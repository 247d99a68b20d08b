import { describe, expect, it } from 'vitest'
import { nextTick, ref } from 'vue'
import { useRowOrder } from '~/composables/useRowOrder'

const source = () => ref([{ id: 1 }, { id: 2 }, { id: 3 }])
const ids = (rows: { id: number }[]) => rows.map(row => row.id)

describe('rows that are put in order', () => {
  it('do not leave the list at its ends', async () => {
    const sent: number[][] = []
    const order = useRowOrder(source(), async ids => void sent.push(ids))
    await order.move(1, -1)
    await order.move(3, 1)
    expect(sent).toEqual([])
  })

  it('move by buttons, and the new place is told', async () => {
    const sent: number[][] = []
    const order = useRowOrder(source(), async ids => void sent.push(ids))
    await order.move(3, -1)
    expect(sent).toEqual([[1, 3, 2]])
    expect(order.said.value).toBe('Moved to place 2 of 3.')
  })

  it('follow the pointer while they are dragged and are sent once, when they are dropped', async () => {
    const sent: number[][] = []
    const order = useRowOrder(source(), async ids => void sent.push(ids))
    order.drag.start(1, new Event('dragstart') as DragEvent)
    order.drag.over(2, new Event('dragover') as DragEvent)
    order.drag.over(3, new Event('dragover') as DragEvent)
    expect(ids(order.rows.value)).toEqual([2, 3, 1])
    expect(sent).toEqual([])
    await order.drag.end()
    expect(sent).toEqual([[2, 3, 1]])
  })

  it('are again as the server has them when it refused', async () => {
    const order = useRowOrder(source(), () => Promise.reject(new Error('refused')))
    await expect(order.move(3, -1)).rejects.toThrow('refused')
    expect(ids(order.rows.value)).toEqual([1, 2, 3])
  })

  it('take up what was added meanwhile', async () => {
    const rows = source()
    const order = useRowOrder(rows, async () => {
      rows.value = [{ id: 1 }, { id: 3 }, { id: 2 }, { id: 4 }]
    })
    await order.move(3, -1)
    await nextTick()
    expect(ids(order.rows.value)).toEqual([1, 3, 2, 4])
  })
})
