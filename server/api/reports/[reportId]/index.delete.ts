import { deleteReport } from '../../../services/reports/deleteReport'

/** DELETE /api/reports/[reportId]: takes it out of sight. */
export default defineApiHandler('DELETE /api/reports/[reportId]', {}, ({ params, context }) => deleteReport(params.reportId, context))
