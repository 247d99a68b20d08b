import { describe, expect, it } from 'vitest'
import { AnalysisInputError } from '#shared/analysis/AnalysisInputError'

describe('AnalysisInputError', () => {
  it('names the field at fault and, for an expression, the character', () => {
    const error = new AnalysisInputError('unknown name "wq"', 'expression', 7)
    expect([error.message, error.path, error.position]).toEqual(['unknown name "wq"', 'expression', 7])
  })
})
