import { documentPolicy } from '../../../http/documentPolicy'
import { reportRenderer } from '../../../reports/reportRenderer'
import { previewReport } from '../../../services/reports/previewReport'

/** GET /api/reports/[reportId]/preview: the document as it would be frozen now, as a page of its own. */
export default defineApiHandler('GET /api/reports/[reportId]/preview', {}, async ({ event, params, context }) => {
  const html = await previewReport(params.reportId, await reportRenderer(), context)
  setResponseHeaders(event, { 'content-type': 'text/html; charset=utf-8', 'content-security-policy': documentPolicy, 'x-content-type-options': 'nosniff' })
  return html
})
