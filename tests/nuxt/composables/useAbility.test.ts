import { mockNuxtImport } from '@nuxt/test-utils/runtime'
import { beforeEach, describe, expect, it, vi } from 'vitest'
import { ref } from 'vue'
import type { SessionReply } from '#shared/types/person'
import { useAbility } from '~/composables/useAbility'

const { session } = vi.hoisted(() => ({ session: { current: null as SessionReply | null } }))
mockNuxtImport('useAuth', () => () => ({ data: ref(session.current), status: ref('authenticated'), getSession: () => Promise.resolve(session.current), signIn: () => Promise.resolve(), signOut: () => Promise.resolve() }))

const person = { id: 1, email: 'a@tern.example', name: 'A', isAdministrator: false, disabledAt: null, invitationOpen: false }

describe('what the screens let a person do', () => {
  beforeEach(() => {
    session.current = { person, memberships: [{ personId: 1, systemId: 1, role: 'engineer' }, { personId: 1, systemId: 2, role: 'customer' }] }
  })

  it('is nothing for nobody', () => {
    session.current = null
    expect(useAbility('list own systems').value).toBe(false)
    expect(useAbility('change loops, criteria and drafts', 1).value).toBe(false)
  })

  it('is by the roles in the system concerned, not in another', () => {
    expect(useAbility('change loops, criteria and drafts', 1).value).toBe(true)
    expect(useAbility('change loops, criteria and drafts', 2).value).toBe(false)
    expect(useAbility('see loops, data and drafts', 2).value).toBe(false)
    expect(useAbility('read issued revisions', 2).value).toBe(true)
    expect(useAbility('see loops, data and drafts', 3).value).toBe(false)
  })

  it('lets an administrator see every system and change none', () => {
    session.current = { person: { ...person, isAdministrator: true }, memberships: [] }
    expect(useAbility('see loops, data and drafts', 3).value).toBe(true)
    expect(useAbility('change loops, criteria and drafts', 3).value).toBe(false)
    expect(useAbility('manage people').value).toBe(true)
  })

  it('follows the system that is open', () => {
    const systemId = ref<number | null>(2)
    const mayChange = useAbility('change loops, criteria and drafts', systemId)
    expect(mayChange.value).toBe(false)
    systemId.value = 1
    expect(mayChange.value).toBe(true)
  })
})
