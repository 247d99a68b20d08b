import { flushPromises } from '@vue/test-utils'
import { describe, expect, it } from 'vitest'
import { effectScope, ref, shallowRef } from 'vue'
import { useAnswerOnDemand } from '~/composables/useAnswerOnDemand'

function ask(answerOf: (question: string) => Promise<string>, first: string | null = 'a', wantedAtFirst = false) {
  const question = shallowRef<string | null>(first)
  const wanted = ref(wantedAtFirst)
  const scope = effectScope()
  const found = scope.run(() => useAnswerOnDemand(question, wanted, answerOf))!
  return { question, wanted, scope, ...found }
}

describe('an answer on demand', () => {
  it('is asked for only when somebody wants it, and once', async () => {
    const asked: string[] = []
    const { wanted, answer, scope } = ask(async (question) => {
      asked.push(question)
      return question.toUpperCase()
    })
    await flushPromises()
    expect(asked).toEqual([])
    wanted.value = true
    await flushPromises()
    wanted.value = false
    await flushPromises()
    wanted.value = true
    await flushPromises()
    expect([asked, answer.value]).toEqual([['a'], 'A'])
    scope.stop()
  })

  it('never shows the answer to a question that was overtaken', async () => {
    const replies = new Map<string, (value: string) => void>()
    const { question, answer, busy, scope } = ask(question => new Promise(resolve => replies.set(question, resolve)), 'a', true)
    await flushPromises()
    question.value = 'b'
    await flushPromises()
    replies.get('b')!('B')
    await flushPromises()
    replies.get('a')!('A')
    await flushPromises()
    expect([answer.value, busy.value]).toEqual(['B', false])
    scope.stop()
  })

  it('tells a failure in words, and asks again for the next question', async () => {
    const { question, answer, problem, busy, scope } = ask(async (question) => {
      if (question === 'a') throw new Error('no poles')
      return question
    }, 'a', true)
    await flushPromises()
    expect([answer.value, problem.value, busy.value]).toEqual([null, 'no poles', false])
    question.value = 'b'
    await flushPromises()
    expect([answer.value, problem.value]).toEqual(['b', null])
    scope.stop()
  })
})
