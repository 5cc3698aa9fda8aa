import { SI_PREFIX_EXPONENT } from './si-prefix';

export type ParsedValue = { ok: true; value: number } | { ok: false; reason: string };

/** What a field measures: the unit that may follow, and the power of ten that a bare number means. */
export type Quantity = {
  readonly unit: 'Ω' | 'V' | 'A' | 'F' | 'H' | 'm' | 'A/V²' | '°C' | '1/V';
  readonly bareExponent?: number;
};

/** Other ways in which people write a unit. */
const UNIT_SPELLINGS: Readonly<Record<Quantity['unit'], readonly string[]>> = {
  Ω: ['Ω', 'Ω', 'ohm', 'ohms', 'Ohm'],
  V: ['V'],
  A: ['A'],
  F: ['F'],
  H: ['H'],
  m: ['m'],
  'A/V²': ['A/V²', 'A/V2', 'A/V^2'],
  '°C': ['°C', 'C', 'degC'],
  '1/V': ['1/V', '/V'],
};

const MAX_LENGTH = 40;
const MINUS = /^[−–]/;

/**
 * Reads a value as people write it: `10k`, `4k7`, `0R5` (IEC 60062), `2.2 MΩ`, `100u`, `0,5`.
 * The result is in the SI base unit. `K` is kilo on resistors only, as IEC 60062 writes it.
 */
export function parseValue(text: string, quantity: Quantity): ParsedValue {
  const compact = text.replace(/[\s\u00a0\u202f]+/g, '').replace(MINUS, '-');
  if (compact === '') return refuse('Nothing is written here: type a number, such as 10k or 4.7 µ.');
  if (compact.length > MAX_LENGTH)
    return refuse(`This is longer than ${MAX_LENGTH} characters: type a number and a unit.`);
  const head = /^([+-]?)(\d*)([.,]?)(\d*)(e[+-]?\d{1,3})?/.exec(compact);
  const [whole = '', sign = '', integer = '', mark = '', fraction = '', power = ''] = head ?? [];
  if (integer === '' && fraction === '') {
    const fractionOnly = /^([+-]?)([A-Za-zµμΩ])(\d+)$/.exec(compact);
    const exponent = letterExponent(fractionOnly?.[2] ?? '', quantity);
    if (fractionOnly && exponent !== undefined) {
      return { ok: true, value: Number(`${fractionOnly[1]}0.${fractionOnly[3]}e${exponent}`) };
    }
    return refuse(`“${text.trim()}” does not start with a number: write, for example, ${exampleFor(quantity)}.`);
  }
  if (mark === ',' && fraction.length === 3 && power === '') {
    return refuse(
      `“${integer},${fraction}” can mean ${integer}${fraction} or ${integer}.${fraction}: write it with a point, or without the comma.`,
    );
  }
  const rest = compact.slice(whole.length);
  const number = (digits: string, exponent: number): ParsedValue => {
    const value = Number(`${sign}${digits}e${exponent + Number(power.slice(1) || 0)}`);
    return Number.isFinite(value) ? { ok: true, value } : refuse('This number is too large to be a value.');
  };
  const plain = `${integer || '0'}.${fraction || '0'}`;

  if (mark === '' && power === '') {
    const letterCode = /^([A-Za-zµμΩ])(\d+)(.*)$/.exec(rest);
    if (letterCode) {
      const [, letter = '', decimals = '', tail = ''] = letterCode;
      const exponent = letterExponent(letter, quantity);
      if (exponent !== undefined && isUnit(tail, quantity)) return number(`${integer}.${decimals}`, exponent);
    }
  }
  if (rest === '') return number(plain, quantity.bareExponent ?? 0);
  if (rest === 'm' && quantity.unit === 'm') {
    return refuse('“m” alone could be metres or milli: write the prefix too, as in 5 µm or 0.18 µm.');
  }
  if (isUnit(rest, quantity)) return number(plain, 0);
  const exponent = letterExponent(rest.slice(0, 1), quantity);
  if (exponent !== undefined && isUnit(rest.slice(1), quantity)) return number(plain, exponent);
  return refuse(`“${rest}” is neither an SI prefix nor ${quantity.unit}: write, for example, ${exampleFor(quantity)}.`);
}

function isUnit(text: string, quantity: Quantity): boolean {
  return text === '' || UNIT_SPELLINGS[quantity.unit].includes(text);
}

function letterExponent(letter: string, quantity: Quantity): number | undefined {
  if (letter === '') return undefined;
  if (quantity.unit === 'Ω') {
    if (letter === 'R') return 0;
    if (letter === 'K') return 3;
  }
  if (letter === quantity.unit && letter !== 'm') return 0;
  return SI_PREFIX_EXPONENT.get(letter);
}

function exampleFor(quantity: Quantity): string {
  switch (quantity.unit) {
    case 'Ω':
      return '10k, 4k7 or 2.2 MΩ';
    case 'V':
      return '1.8 V or 500m';
    case 'A':
      return '100 µA or 2m';
    case 'F':
      return '10p or 100 nF';
    case 'H':
      return '10u or 1 mH';
    case 'm':
      return '5 (meaning 5 µm) or 180 nm';
    case 'A/V²':
      return '0.5 or 200 mA/V²';
    case '°C':
      return '27 or -40 °C';
    case '1/V':
      return '0.05';
  }
}

function refuse(reason: string): ParsedValue {
  return { ok: false, reason };
}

Work instructions: Everything from the line with "function isUnit(text: string, quantity: Quantity): boolean" to the end of the listing, and only that, is to be set down exactly, line by line.

Response for this exercise:
function isUnit(text: string, quantity: Quantity): boolean {
  return text === '' || UNIT_SPELLINGS[quantity.unit].includes(text);
}

function letterExponent(letter: string, quantity: Quantity): number | undefined {
  if (letter === '') return undefined;
  if (quantity.unit === 'Ω') {
    if (letter === 'R') return 0;
    if (letter === 'K') return 3;
  }
  if (letter === quantity.unit && letter !== 'm') return 0;
  return SI_PREFIX_EXPONENT.get(letter);
}

function exampleFor(quantity: Quantity): string {
  switch (quantity.unit) {
    case 'Ω':
      return '10k, 4k7 or 2.2 MΩ';
    case 'V':
      return '1.8 V or 500m';
    case 'A':
      return '100 µA or 2m';
    case 'F':
      return '10p or 100 nF';
    case 'H':
      return '10u or 1 mH';
    case 'm':
      return '5 (meaning 5 µm) or 180 nm';
    case 'A/V²':
      return '0.5 or 200 mA/V²';
    case '°C':
      return '27 or -40 °C';
    case '1/V':
      return '0.05';
  }
}

function refuse(reason: string): ParsedValue {
  return { ok: false, reason };
}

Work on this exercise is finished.